• What to work on
Search the material for "include" and copy each line in which it is found.
-- Opening Marker --
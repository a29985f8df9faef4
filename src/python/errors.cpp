// Ember's error kinds as Python exceptions, with the same located messages as the command line:
// InputError (ScenarioError) for bad input (exit 2 there), NumericalError for a failed solve
// (exit 3), OutputError when results cannot be written (exit 4).
#include "ember/core/errors.hpp"

#include "bindings.hpp"
#include "ember/scenario/resolve.hpp"

namespace ember::python {

void add_errors(py::module_& m) {
  // pybind11 tries the translators last registered first: the derived ScenarioError after its base.
  const auto input = py::register_exception<InputError>(m, "InputError", PyExc_ValueError);
  input.doc() = "Bad input: the message names the file, line, key and what was expected.";
  py::register_exception<NumericalError>(m, "NumericalError", PyExc_RuntimeError).doc() =
      "A solver failed: the message names the solver and the numbers.";
  py::register_exception<OutputError>(m, "OutputError", PyExc_OSError).doc() =
      "Results could not be written (disk full, read-only, no permission).";
  py::register_exception<scenario::ScenarioError>(m, "ScenarioError", input.ptr()).doc() =
      "A scenario with problems: every one, each with its line and key.";
}

}  // namespace ember::python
-- Closing Marker --
• Solved exercise
#include "ember/core/errors.hpp"
#include "bindings.hpp"
#include "ember/scenario/resolve.hpp"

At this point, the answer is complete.